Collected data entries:
========================================

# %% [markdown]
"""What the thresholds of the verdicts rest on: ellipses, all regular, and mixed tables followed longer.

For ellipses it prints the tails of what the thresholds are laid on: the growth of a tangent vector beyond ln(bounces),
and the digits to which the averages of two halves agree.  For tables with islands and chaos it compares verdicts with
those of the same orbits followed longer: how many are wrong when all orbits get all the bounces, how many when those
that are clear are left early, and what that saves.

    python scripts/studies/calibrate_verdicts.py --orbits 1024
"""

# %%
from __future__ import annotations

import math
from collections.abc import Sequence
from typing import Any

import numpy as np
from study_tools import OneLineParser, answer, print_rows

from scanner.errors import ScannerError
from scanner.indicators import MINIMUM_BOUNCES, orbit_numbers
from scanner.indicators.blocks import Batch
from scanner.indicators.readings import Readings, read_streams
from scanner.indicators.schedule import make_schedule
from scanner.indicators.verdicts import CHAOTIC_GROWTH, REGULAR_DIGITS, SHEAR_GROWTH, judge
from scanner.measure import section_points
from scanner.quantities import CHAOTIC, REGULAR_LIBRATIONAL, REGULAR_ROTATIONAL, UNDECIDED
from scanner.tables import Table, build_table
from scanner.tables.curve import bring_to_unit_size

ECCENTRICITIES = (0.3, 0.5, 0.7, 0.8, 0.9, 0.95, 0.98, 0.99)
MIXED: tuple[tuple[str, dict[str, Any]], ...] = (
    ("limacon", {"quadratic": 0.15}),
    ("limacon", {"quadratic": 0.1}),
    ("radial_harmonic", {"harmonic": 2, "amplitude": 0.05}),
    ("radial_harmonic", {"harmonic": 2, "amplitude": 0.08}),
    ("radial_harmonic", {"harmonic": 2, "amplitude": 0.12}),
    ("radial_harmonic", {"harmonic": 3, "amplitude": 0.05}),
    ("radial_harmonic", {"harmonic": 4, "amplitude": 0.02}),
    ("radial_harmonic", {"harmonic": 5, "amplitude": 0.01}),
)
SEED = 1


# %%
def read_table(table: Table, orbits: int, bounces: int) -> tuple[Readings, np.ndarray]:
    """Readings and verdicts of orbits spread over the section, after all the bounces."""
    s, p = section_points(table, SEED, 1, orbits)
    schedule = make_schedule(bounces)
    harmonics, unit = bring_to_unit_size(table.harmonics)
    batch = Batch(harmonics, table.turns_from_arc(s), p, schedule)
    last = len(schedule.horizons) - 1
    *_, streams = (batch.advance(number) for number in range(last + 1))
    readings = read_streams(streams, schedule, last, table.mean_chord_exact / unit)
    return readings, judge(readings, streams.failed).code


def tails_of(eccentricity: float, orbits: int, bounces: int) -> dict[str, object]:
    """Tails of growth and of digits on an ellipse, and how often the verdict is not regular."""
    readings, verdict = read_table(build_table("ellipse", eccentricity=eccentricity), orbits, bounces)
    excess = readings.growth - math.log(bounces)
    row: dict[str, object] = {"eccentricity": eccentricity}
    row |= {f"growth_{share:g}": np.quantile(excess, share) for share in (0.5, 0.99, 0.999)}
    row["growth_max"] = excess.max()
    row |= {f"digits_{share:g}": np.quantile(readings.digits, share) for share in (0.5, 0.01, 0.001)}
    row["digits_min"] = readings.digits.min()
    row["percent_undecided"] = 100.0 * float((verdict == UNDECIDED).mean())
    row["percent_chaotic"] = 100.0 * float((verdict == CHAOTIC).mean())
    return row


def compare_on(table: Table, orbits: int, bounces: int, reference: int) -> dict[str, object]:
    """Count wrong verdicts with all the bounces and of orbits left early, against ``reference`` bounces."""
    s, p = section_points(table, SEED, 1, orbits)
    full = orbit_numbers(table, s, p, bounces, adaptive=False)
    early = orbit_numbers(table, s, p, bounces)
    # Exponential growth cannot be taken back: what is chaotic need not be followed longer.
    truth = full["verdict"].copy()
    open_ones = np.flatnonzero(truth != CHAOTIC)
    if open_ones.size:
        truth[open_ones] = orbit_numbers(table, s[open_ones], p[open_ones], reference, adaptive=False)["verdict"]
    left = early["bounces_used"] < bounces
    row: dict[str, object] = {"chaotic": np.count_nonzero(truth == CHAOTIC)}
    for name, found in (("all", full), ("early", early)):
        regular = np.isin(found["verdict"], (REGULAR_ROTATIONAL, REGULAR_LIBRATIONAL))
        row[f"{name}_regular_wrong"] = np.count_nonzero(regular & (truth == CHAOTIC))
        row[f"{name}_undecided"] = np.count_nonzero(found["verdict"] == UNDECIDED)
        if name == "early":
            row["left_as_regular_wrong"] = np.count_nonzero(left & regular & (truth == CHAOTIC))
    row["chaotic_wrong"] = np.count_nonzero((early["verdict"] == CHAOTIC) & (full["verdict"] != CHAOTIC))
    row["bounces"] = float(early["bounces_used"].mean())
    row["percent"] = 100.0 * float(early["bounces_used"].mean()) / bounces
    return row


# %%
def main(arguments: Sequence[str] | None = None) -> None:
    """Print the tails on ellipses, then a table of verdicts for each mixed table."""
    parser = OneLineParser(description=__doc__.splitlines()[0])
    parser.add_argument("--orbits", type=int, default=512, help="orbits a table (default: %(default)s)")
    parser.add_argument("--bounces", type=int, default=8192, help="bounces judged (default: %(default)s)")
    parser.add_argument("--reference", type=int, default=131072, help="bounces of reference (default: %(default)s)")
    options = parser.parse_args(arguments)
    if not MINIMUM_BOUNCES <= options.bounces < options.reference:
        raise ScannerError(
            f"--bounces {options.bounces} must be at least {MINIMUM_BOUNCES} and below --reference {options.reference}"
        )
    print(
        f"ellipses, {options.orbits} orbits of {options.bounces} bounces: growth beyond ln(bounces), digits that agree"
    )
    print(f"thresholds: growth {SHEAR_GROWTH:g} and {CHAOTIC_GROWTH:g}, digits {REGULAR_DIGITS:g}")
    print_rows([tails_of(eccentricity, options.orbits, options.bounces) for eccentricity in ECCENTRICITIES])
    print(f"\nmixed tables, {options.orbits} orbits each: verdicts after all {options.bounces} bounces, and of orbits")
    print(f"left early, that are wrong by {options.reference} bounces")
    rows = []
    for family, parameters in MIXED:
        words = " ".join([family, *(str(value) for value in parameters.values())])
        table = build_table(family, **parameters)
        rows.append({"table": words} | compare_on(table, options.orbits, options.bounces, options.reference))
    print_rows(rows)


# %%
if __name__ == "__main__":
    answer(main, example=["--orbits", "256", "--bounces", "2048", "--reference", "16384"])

========================================

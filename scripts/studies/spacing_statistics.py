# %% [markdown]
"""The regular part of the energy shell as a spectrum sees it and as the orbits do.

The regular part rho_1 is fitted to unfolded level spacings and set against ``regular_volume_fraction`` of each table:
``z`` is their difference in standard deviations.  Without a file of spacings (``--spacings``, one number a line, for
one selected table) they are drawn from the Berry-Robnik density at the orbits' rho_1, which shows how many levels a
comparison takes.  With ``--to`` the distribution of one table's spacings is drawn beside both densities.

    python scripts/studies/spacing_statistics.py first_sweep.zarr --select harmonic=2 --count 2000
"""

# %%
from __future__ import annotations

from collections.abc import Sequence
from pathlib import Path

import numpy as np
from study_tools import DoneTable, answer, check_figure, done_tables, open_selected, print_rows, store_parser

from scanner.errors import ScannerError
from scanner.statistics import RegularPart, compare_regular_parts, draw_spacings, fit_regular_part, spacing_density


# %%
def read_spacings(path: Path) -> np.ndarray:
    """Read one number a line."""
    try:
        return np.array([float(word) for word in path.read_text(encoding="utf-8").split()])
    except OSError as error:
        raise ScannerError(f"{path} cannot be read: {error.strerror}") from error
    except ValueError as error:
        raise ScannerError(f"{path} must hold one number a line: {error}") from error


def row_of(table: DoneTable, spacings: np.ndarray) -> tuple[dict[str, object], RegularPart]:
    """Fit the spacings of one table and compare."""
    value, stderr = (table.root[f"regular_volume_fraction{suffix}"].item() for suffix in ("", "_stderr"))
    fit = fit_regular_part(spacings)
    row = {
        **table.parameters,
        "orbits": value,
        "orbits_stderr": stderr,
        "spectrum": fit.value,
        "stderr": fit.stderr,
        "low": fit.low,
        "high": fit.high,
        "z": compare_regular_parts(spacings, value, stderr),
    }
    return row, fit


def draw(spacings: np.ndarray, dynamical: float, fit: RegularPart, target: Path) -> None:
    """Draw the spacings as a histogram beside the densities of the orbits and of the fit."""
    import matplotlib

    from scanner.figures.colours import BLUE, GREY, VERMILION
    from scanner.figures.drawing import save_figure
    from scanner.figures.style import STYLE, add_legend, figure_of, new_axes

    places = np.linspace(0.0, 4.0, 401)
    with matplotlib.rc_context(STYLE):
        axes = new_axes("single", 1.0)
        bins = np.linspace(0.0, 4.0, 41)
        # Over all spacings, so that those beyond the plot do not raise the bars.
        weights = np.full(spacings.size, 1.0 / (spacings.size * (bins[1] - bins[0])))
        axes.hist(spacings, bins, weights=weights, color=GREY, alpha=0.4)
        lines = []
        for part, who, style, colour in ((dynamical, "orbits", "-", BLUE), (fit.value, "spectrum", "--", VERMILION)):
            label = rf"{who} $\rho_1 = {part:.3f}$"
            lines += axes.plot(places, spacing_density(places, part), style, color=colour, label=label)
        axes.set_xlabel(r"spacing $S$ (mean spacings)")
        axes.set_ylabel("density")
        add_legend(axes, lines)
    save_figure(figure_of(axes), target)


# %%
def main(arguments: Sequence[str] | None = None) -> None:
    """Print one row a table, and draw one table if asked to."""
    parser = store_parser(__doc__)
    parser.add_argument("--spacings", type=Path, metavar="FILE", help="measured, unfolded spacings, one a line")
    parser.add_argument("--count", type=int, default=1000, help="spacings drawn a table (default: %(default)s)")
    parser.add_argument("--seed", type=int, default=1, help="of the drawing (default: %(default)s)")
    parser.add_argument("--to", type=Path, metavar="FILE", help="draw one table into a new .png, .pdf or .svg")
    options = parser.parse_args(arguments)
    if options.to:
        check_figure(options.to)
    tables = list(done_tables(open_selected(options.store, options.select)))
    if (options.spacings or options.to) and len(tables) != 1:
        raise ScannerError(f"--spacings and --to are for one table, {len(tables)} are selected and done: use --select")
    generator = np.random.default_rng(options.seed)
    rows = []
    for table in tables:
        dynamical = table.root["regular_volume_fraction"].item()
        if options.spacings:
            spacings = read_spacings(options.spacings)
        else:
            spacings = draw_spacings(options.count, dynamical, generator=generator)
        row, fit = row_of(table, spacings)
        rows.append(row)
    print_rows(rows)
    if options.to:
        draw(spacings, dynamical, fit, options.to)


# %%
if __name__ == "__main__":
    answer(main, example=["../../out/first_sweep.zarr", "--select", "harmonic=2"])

========================================

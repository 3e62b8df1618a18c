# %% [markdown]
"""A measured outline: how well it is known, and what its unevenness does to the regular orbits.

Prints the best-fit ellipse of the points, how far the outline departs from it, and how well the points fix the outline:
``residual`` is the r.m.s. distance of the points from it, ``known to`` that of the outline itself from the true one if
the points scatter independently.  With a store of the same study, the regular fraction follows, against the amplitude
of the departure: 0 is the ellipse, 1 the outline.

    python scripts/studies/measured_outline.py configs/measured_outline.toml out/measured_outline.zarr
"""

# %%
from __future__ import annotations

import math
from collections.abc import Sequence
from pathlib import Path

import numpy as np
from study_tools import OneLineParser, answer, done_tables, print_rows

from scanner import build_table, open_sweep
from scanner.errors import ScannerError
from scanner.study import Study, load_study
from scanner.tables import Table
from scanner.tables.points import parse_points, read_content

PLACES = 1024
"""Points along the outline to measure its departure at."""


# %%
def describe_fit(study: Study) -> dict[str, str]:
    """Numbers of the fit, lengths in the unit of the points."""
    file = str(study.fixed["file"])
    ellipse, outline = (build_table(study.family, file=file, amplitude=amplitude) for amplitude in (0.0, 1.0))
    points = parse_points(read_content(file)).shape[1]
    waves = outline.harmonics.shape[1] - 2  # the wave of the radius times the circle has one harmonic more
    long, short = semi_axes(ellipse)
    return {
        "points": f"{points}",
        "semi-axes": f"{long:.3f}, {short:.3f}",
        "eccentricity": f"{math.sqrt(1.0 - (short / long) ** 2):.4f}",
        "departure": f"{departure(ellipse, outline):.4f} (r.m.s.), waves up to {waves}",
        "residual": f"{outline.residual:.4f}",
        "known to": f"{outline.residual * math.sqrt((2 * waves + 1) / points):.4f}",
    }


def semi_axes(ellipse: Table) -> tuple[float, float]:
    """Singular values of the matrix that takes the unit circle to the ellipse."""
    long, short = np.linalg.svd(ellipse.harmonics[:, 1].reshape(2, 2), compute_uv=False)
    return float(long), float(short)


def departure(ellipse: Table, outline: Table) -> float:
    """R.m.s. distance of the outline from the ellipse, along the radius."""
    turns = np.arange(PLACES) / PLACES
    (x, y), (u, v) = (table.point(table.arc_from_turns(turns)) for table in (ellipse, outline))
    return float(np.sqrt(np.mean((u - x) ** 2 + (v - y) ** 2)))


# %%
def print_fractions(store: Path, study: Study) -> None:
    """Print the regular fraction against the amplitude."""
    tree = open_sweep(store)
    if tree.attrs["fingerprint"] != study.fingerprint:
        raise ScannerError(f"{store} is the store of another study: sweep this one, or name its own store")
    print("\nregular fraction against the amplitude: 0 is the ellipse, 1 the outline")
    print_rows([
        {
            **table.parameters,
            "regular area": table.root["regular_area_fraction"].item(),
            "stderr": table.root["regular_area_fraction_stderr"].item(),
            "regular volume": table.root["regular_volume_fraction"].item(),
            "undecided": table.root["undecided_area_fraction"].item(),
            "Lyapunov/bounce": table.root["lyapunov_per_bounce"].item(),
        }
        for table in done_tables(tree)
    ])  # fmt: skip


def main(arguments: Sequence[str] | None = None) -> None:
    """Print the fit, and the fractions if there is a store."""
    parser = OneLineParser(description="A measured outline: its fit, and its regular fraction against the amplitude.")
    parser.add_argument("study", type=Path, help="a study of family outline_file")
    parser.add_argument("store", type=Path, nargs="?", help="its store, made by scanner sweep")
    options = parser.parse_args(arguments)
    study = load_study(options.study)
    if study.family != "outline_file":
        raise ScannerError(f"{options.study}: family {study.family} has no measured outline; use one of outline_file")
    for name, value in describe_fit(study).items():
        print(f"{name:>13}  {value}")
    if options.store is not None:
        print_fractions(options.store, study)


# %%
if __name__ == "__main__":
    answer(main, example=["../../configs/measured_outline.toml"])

========================================

(EXERCISE PROMPT)
Above are the entries. Copy exactly the part that opens with the line containing "the tails on" and closes with the line containing "eccentricity in ECCENTRICITIES])", and no more.

(SOLUTION)
    """Print the tails on ellipses, then a table of verdicts for each mixed table."""
    parser = OneLineParser(description=__doc__.splitlines()[0])
    parser.add_argument("--orbits", type=int, default=512, help="orbits a table (default: %(default)s)")
    parser.add_argument("--bounces", type=int, default=8192, help="bounces judged (default: %(default)s)")
    parser.add_argument("--reference", type=int, default=131072, help="bounces of reference (default: %(default)s)")
    options = parser.parse_args(arguments)
    if not MINIMUM_BOUNCES <= options.bounces < options.reference:
        raise ScannerError(
            f"--bounces {options.bounces} must be at least {MINIMUM_BOUNCES} and below --reference {options.reference}"
        )
    print(
        f"ellipses, {options.orbits} orbits of {options.bounces} bounces: growth beyond ln(bounces), digits that agree"
    )
    print(f"thresholds: growth {SHEAR_GROWTH:g} and {CHAOTIC_GROWTH:g}, digits {REGULAR_DIGITS:g}")
    print_rows([tails_of(eccentricity, options.orbits, options.bounces) for eccentricity in ECCENTRICITIES])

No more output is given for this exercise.